DON'T always call the dog to end a playtime or game. If you're at the dog park, randomly call your dog to enforce the recall with treats or a tug game, then let it goes back to playing. Do this a few times, and vary the number of times, before you call your dog to leave. The recall should not become the signal that fun time is over!


----------



## IliamnasQuest (Aug 24, 2005)

The long line is simply a means to keep the dog from running off. I don't actually use the long line for anything else unless a huge distraction (typically a moose in my area .. *L*) shows up and I have to reel the dog in. 
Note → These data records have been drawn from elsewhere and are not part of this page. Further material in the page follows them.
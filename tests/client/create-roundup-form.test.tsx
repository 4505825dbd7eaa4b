import { QueryClient, QueryClientProvider } from '@tanstack/react-query';
import { render, screen } from '@testing-library/react';
import userEvent from '@testing-library/user-event';
import { describe, expect, it } from 'vitest';
import { CreateRoundupForm } from '../../src/features/roundups/components/create-roundup-form';
import { benchProfilesQueryOptions } from '../../src/features/roundups/api/bench-profiles';
import { loadConfigurationsQueryOptions } from '../../src/features/roundups/api/load-configurations';
import { catalogProductsQueryOptions } from '../../src/features/roundups/api/get-catalog-products';

/** A query client already holding what the form reads, so it renders without a server. */
function seededClient() {
  const queryClient = new QueryClient({ defaultOptions: { queries: { staleTime: Infinity, retry: false } } });
  queryClient.setQueryData(benchProfilesQueryOptions().queryKey, []);
  queryClient.setQueryData(loadConfigurationsQueryOptions().queryKey, []);
  queryClient.setQueryData(catalogProductsQueryOptions({ limit: 1 }).queryKey, {
    products: [],
    total: 0,
    facets: { makers: [], platforms: [], sockets: [], chipsets: [], regions: [] },
  });
  return queryClient;
}

/** The form on its own, with what it reads already in the cache; the user who fills it in. */
function renderForm() {
  const user = userEvent.setup();
  render(
    <QueryClientProvider client={seededClient()}>
      <CreateRoundupForm onCreated={() => {}} onCancel={() => {}} />
    </QueryClientProvider>,
  );
  return user;
}

describe('New roundup form', () => {
  it('when an empty form is submitted, then every missing field is flagged in the same submit', async () => {
    const user = renderForm();
    await user.click(screen.getByRole('button', { name: 'Create roundup' }));

    const summary = await screen.findByRole('alert');
    for (const label of ['Title', 'Platform', 'Lowest price', 'Highest price', 'Region']) {
      expect(summary.textContent).toContain(`${label}:`);
    }
    expect(screen.getByLabelText(/^Title/).getAttribute('aria-invalid')).toBe('true');
  });

  it('when the target publish date has already passed, then the form says so beside the other problems', async () => {
    const user = renderForm();
    await user.type(screen.getByLabelText(/^Target publish date/), '2001-01-01');
    await user.click(screen.getByRole('button', { name: 'Create roundup' }));

    const summary = await screen.findByRole('alert');
    expect(summary.textContent).toContain('Target publish date: The target publish date has passed');
    expect(summary.textContent).toContain('Title:');
  });
});
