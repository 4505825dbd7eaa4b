/** A JSON body with `value` at `path` (nested objects created on the way). */
export function bodyWith(path: string[], value: unknown): Record<string, unknown> {
  const body: Record<string, unknown> = {};
  let node = body;
  path.forEach((key, index) => {
    if (index === path.length - 1) node[key] = value;
    else node = (node[key] = {}) as Record<string, unknown>;
  });
  return body;
}
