import { QueryClient, QueryClientProvider } from '@tanstack/react-query';
import { render, screen, waitFor } from '@testing-library/react';
import userEvent from '@testing-library/user-event';
import { MemoryRouter } from 'react-router';
import { afterEach, describe, expect, it, vi } from 'vitest';
import { PhotoUploadForm } from '../../src/features/photos/components/photo-upload-form';
import type { Photo } from '../../shared/schemas/photos';
import { photoUploadLimit } from '../../shared/upload-limits';
import { installFakeUploadServer, type UploadHandler } from './support/fake-upload-server';

afterEach(() => vi.unstubAllGlobals());

function renderForm(handler: UploadHandler) {
  const server = installFakeUploadServer(handler);
  const queryClient = new QueryClient({ defaultOptions: { mutations: { retry: false } } });
  render(
    <QueryClientProvider client={queryClient}>
      <MemoryRouter>
        <PhotoUploadForm roundupId={3} entryId={5} signInPath="/sign-in" />
      </MemoryRouter>
    </QueryClientProvider>,
  );
  return { server, user: userEvent.setup({ applyAccept: false }) };
}

const photoFile = (name: string, bytes = 2048) => new File([new Uint8Array(bytes)], name, { type: 'image/jpeg' });

const savedPhoto: Photo = {
  id: 11,
  roundupId: 3,
  entryId: 5,
  kind: 'overview',
  caption: 'The whole board',
  altText: 'A board seen from above',
  position: 1,
  width: 1600,
  height: 1200,
  sizes: [{ width: 480, height: 360, format: 'jpeg', url: '/api/photos/11/files/480.jpeg' }],
  uploadedBy: { id: 2, displayName: 'Tester' },
  createdAt: '2026-12-03T09:00:00.000Z',
};

async function fillFields(user: ReturnType<typeof userEvent.setup>) {
  await user.selectOptions(screen.getByLabelText('What it shows'), 'overview');
  await user.type(screen.getByLabelText(/^Caption/), 'The whole board');
  await user.type(screen.getByLabelText('Alt text'), 'A board seen from above');
}

describe('adding a photo', () => {
  it('when the file is not a photo type or too large, then it is said beside the input, nothing is sent and nothing typed is lost', async () => {
    const { server, user } = renderForm(async () => ({ status: 201, body: savedPhoto }));
    await fillFields(user);
    await user.upload(screen.getByLabelText('Photo file'), photoFile('board.gif'));
    expect(screen.getByText(/“board.gif” is not a photo Benchwire takes/)).toBeTruthy();
    await user.click(screen.getByRole('button', { name: 'Add the photo' }));
    // A file one byte over the limit (shared/upload-limits) is refused before a byte goes out.
    await user.upload(screen.getByLabelText('Photo file'), photoFile('huge.jpg', photoUploadLimit.maxFileBytes + 1));
    await user.click(screen.getByRole('button', { name: 'Add the photo' }));
    expect(screen.getByText(/“huge.jpg” is .*; the limit is/)).toBeTruthy();
    expect(server.sent).toHaveLength(0);
    expect(screen.getByLabelText<HTMLInputElement>(/^Caption/).value).toBe('The whole board');
    expect(screen.getByLabelText<HTMLInputElement>('Alt text').value).toBe('A board seen from above');
  });

  it('when alt text is missing, then the field says so and nothing is sent', async () => {
    const { server, user } = renderForm(async () => ({ status: 201, body: savedPhoto }));
    await user.upload(screen.getByLabelText('Photo file'), photoFile('board.jpg'));
    await user.click(screen.getByRole('button', { name: 'Add the photo' }));
    expect(screen.getByLabelText('Alt text').getAttribute('aria-invalid')).toBe('true');
    expect(screen.getByLabelText('What it shows').getAttribute('aria-invalid')).toBe('true');
    expect(server.sent).toHaveLength(0);
  });

  it('when the server refuses the content, then its message stands beside the file input and the fields stay', async () => {
    const { user } = renderForm(async () => ({
      status: 415,
      body: { error: { code: 'unsupported_image', message: 'This file is not a JPEG, PNG or WebP image.' } },
    }));
    await fillFields(user);
    await user.upload(screen.getByLabelText('Photo file'), photoFile('renamed.jpg'));
    await user.click(screen.getByRole('button', { name: 'Add the photo' }));
    await waitFor(() => expect(screen.getByText('This file is not a JPEG, PNG or WebP image.')).toBeTruthy());
    expect(screen.getByLabelText('Photo file').getAttribute('aria-invalid')).toBe('true');
    expect(screen.getByLabelText<HTMLInputElement>('Alt text').value).toBe('A board seen from above');
  });

  it('shows progress while the photo goes out; a cancel keeps everything; a saved photo empties the form', async () => {
    const { server, user } = renderForm(async () => 'hold');
    await fillFields(user);
    await user.upload(screen.getByLabelText('Photo file'), photoFile('board.jpg', 4096));
    await user.click(screen.getByRole('button', { name: 'Add the photo' }));
    await waitFor(() => expect(server.sent).toHaveLength(1));
    expect(server.sent[0].url).toBe('/api/roundups/3/entries/5/photos');
    expect(server.sent[0].fields).toEqual({
      kind: 'overview',
      caption: 'The whole board',
      altText: 'A board seen from above',
    });
    server.sent[0].progress(2048);
    await waitFor(() =>
      expect(screen.getByRole('progressbar', { name: 'Uploading the photo' }).getAttribute('aria-valuenow')).toBe('50'),
    );
    await user.click(screen.getByRole('button', { name: 'Cancel upload' }));
    await waitFor(() => expect(screen.getByText(/Upload cancelled/)).toBeTruthy());
    expect(server.sent[0].aborted).toBe(true);
    expect(screen.getByLabelText<HTMLInputElement>('Alt text').value).toBe('A board seen from above');

    await user.click(screen.getByRole('button', { name: 'Add the photo' }));
    await waitFor(() => expect(server.sent).toHaveLength(2));
    server.sent[1].respond(201, savedPhoto);
    await waitFor(() => expect(screen.getByText('Photo added as number 1.')).toBeTruthy());
    expect(screen.getByLabelText<HTMLInputElement>('Alt text').value).toBe('');
  });
});
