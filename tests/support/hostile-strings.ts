/**
 * Hostile text, shared by the API and browser tests. Each entry says what it tries. Sources for the kinds: OWASP
 * XSS Filter Evasion Cheat Sheet (script tags, event attributes, javascript: URLs, SVG), OWASP SQL Injection
 * Prevention Cheat Sheet (quote and comment meta-characters), OWASP HTTP Response Splitting / CRLF injection, and
 * Unicode Technical Report #36 §2.4 (bidirectional and invisible controls).
 */
export interface HostileString {
  name: string;
  value: string;
  /** What may legitimately happen: kept as typed, or refused because the text rules forbid it. */
  expect: 'kept' | 'kept-or-refused' | 'refused';
}

export const hostileStrings: readonly HostileString[] = [
  { name: 'script tag', value: '<script>window.__hostile = 1</script>', expect: 'kept-or-refused' },
  { name: 'event attribute', value: '"><img src=x onerror="window.__hostile=1">', expect: 'kept-or-refused' },
  { name: 'javascript URL', value: 'javascript:window.__hostile=1//', expect: 'kept-or-refused' },
  {
    name: 'SVG payload',
    value: '<svg onload="window.__hostile=1"><script>window.__hostile=2</script></svg>',
    expect: 'kept-or-refused',
  },
  { name: 'SQL quote and comment', value: "Board'); DROP TABLE users; --", expect: 'kept-or-refused' },
  { name: 'SQL tautology and LIKE wildcards', value: 'x" OR "1"="1 %_\\', expect: 'kept-or-refused' },
  { name: 'template and entity text', value: '{{7*7}} ${7*7} &lt;b&gt; &amp;', expect: 'kept-or-refused' },
  {
    name: 'CRLF header injection',
    value: 'Helix board\r\nBcc: list@example.net\r\nX-Injected: 1',
    expect: 'kept-or-refused',
  },
  { name: 'right-to-left override', value: 'Board \u202Egnp.exe', expect: 'refused' },
  { name: 'zero-width joiner and space', value: 'Bo\u200Bard\u200D', expect: 'kept-or-refused' },
  { name: 'very long', value: 'VRM '.repeat(5_000), expect: 'kept-or-refused' },
  { name: 'astral and combining characters', value: 'Ünïcödé board 🔥 e\u0301', expect: 'kept-or-refused' },
];

/** Bytes that are not UTF-8 (a lone continuation byte, an overlong slash, a cut-off sequence), inside a JSON body. */
export const nonUtf8Body = (field: string) =>
  Buffer.concat([
    Buffer.from(`{"${field}":"Board `),
    Buffer.from([0x80, 0xc0, 0xaf, 0xe2, 0x82]),
    Buffer.from(' name"}'),
  ]);

/** Markers a page must never show as live markup: the browser tests look for the effect of each payload. */
export const hostileMarker = '__hostile';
I will play a lot of recall games with my dogs so that it becomes automatic for them to turn and race to me when they hear the command. I will use treats and/or toys or sticks or snowballs - whatever works for that particular dog - and I'll also run away and hide behind my car, a tree, whatever so that my dog has to search me out. 

A fun game is either the two treat or two toy game. I start with treats (since I train chows, typically non-toy dogs). I toss one treat a few feet away and say "go get it!" and then as soon as the dog picks the treat up, I call them and then back away quickly. When the dog catches up, I drop a second treat right between my feet. The reason I drop the treat that closely is that I want my dogs to learn to come ALLLLL the way to me .. *L* .. I hate it when they're playing that "catch me if you can" game right out of arm's reach.

As the dog learns the game, I can start throwing the first treat farther away and the second treat can be thrown THROUGH my legs to land behind me. I do send my dogs through my legs because for competition obedience, the dog must come straight to you and sit. But for pet obedience, there's no reason you can't turn your body sideways and throw the treat behind you so that your dog can race to it. Then I very quickly throw a third treat the opposite way (where the first treat went) and then a fourth treat back past me. This gets the dog running back and forth with me in the middle. After a few times, I face the dog as it races to me and I hold a treat in my fingers at my stomach and say "SIT!" when the dog is about six feet out. By the time the dog processes the sit, they're at my stomach and tucking into a sit, looking up at the treat (which I then give them).

Then we go back to the back-and-forth game. This can be done with toys, too, but you either have to have a whole bunch of toys or run to get each dropped toy (more exercise for the human!).

The reason I like them to race back and forth is that it keeps me as the center point of their attention, and it encourages a very fast recall.

Once my dogs are really racing to me, I start adding in distractions. I may play this at a parking lot, fairly far away from the activity near the store at first and staying out of the way of vehicles (may have to shorten the long line and do short fast recalls). I go to places where there are livestock animals grazing in a pasture and practice. I practice outside playgrounds where kids are playing noisily. There are lots of places that can add in distractions.

There may come a point where your dog needs a bit of correction when distractions get too high, but not all dogs need this. Trick, my older shepherd, never had much other than the occasional "NO!" in the recall training. Even with moose, she quickly learned to respond to me instead of going after the moose. It will really depend on your particular dog.

Melanie and the gang in Alaska


----------



## WinitheGSD (Sep 21, 2008)

I also heard someone on here say that if my dog has already learned the command, "come" but has been ignoring it for a long time and regarding it as optional then I should change the word.


----------



## IliamnasQuest (Aug 24, 2005)

Yep, that would be a good idea. It's easier to just use a new word than to try to "de-program" the dog .. *L* ... some people use "here" or "front". I actually have two different commands because I train for competition obedience. I use "come" as a formal, "race to me and sit in front" command and then "here" as a general, "get over by me" command. 

Using the new word will help keep your dog from reverting to the old behavior, too. When under stress, dogs will often revert back to the behavior they first learned with a particular command. So to avoid that, changing the word is usually best.

Melanie


----------



## Caledon (Nov 10, 2008)

In my puppy class they tell you never to use the come command unless you are training and/or can enforce your dog to come if they disobey.

When we go to the dog park, or on leash free walks. I call her name and then say "let's go".


----------



## IliamnasQuest (Aug 24, 2005)

That's true, you should never use your formal command unless you have control of the situation. But a lot of times by the time a person knows this, it's too late - the command is already "tainted". Changing commands allows you to go back and start over because the dog really doesn't know the difference.

"Let's go" is one of my favorites, too. Works REALLY well when you have a pack of dogs (I usually have four wandering around my feet).

Melanie and the gang


----------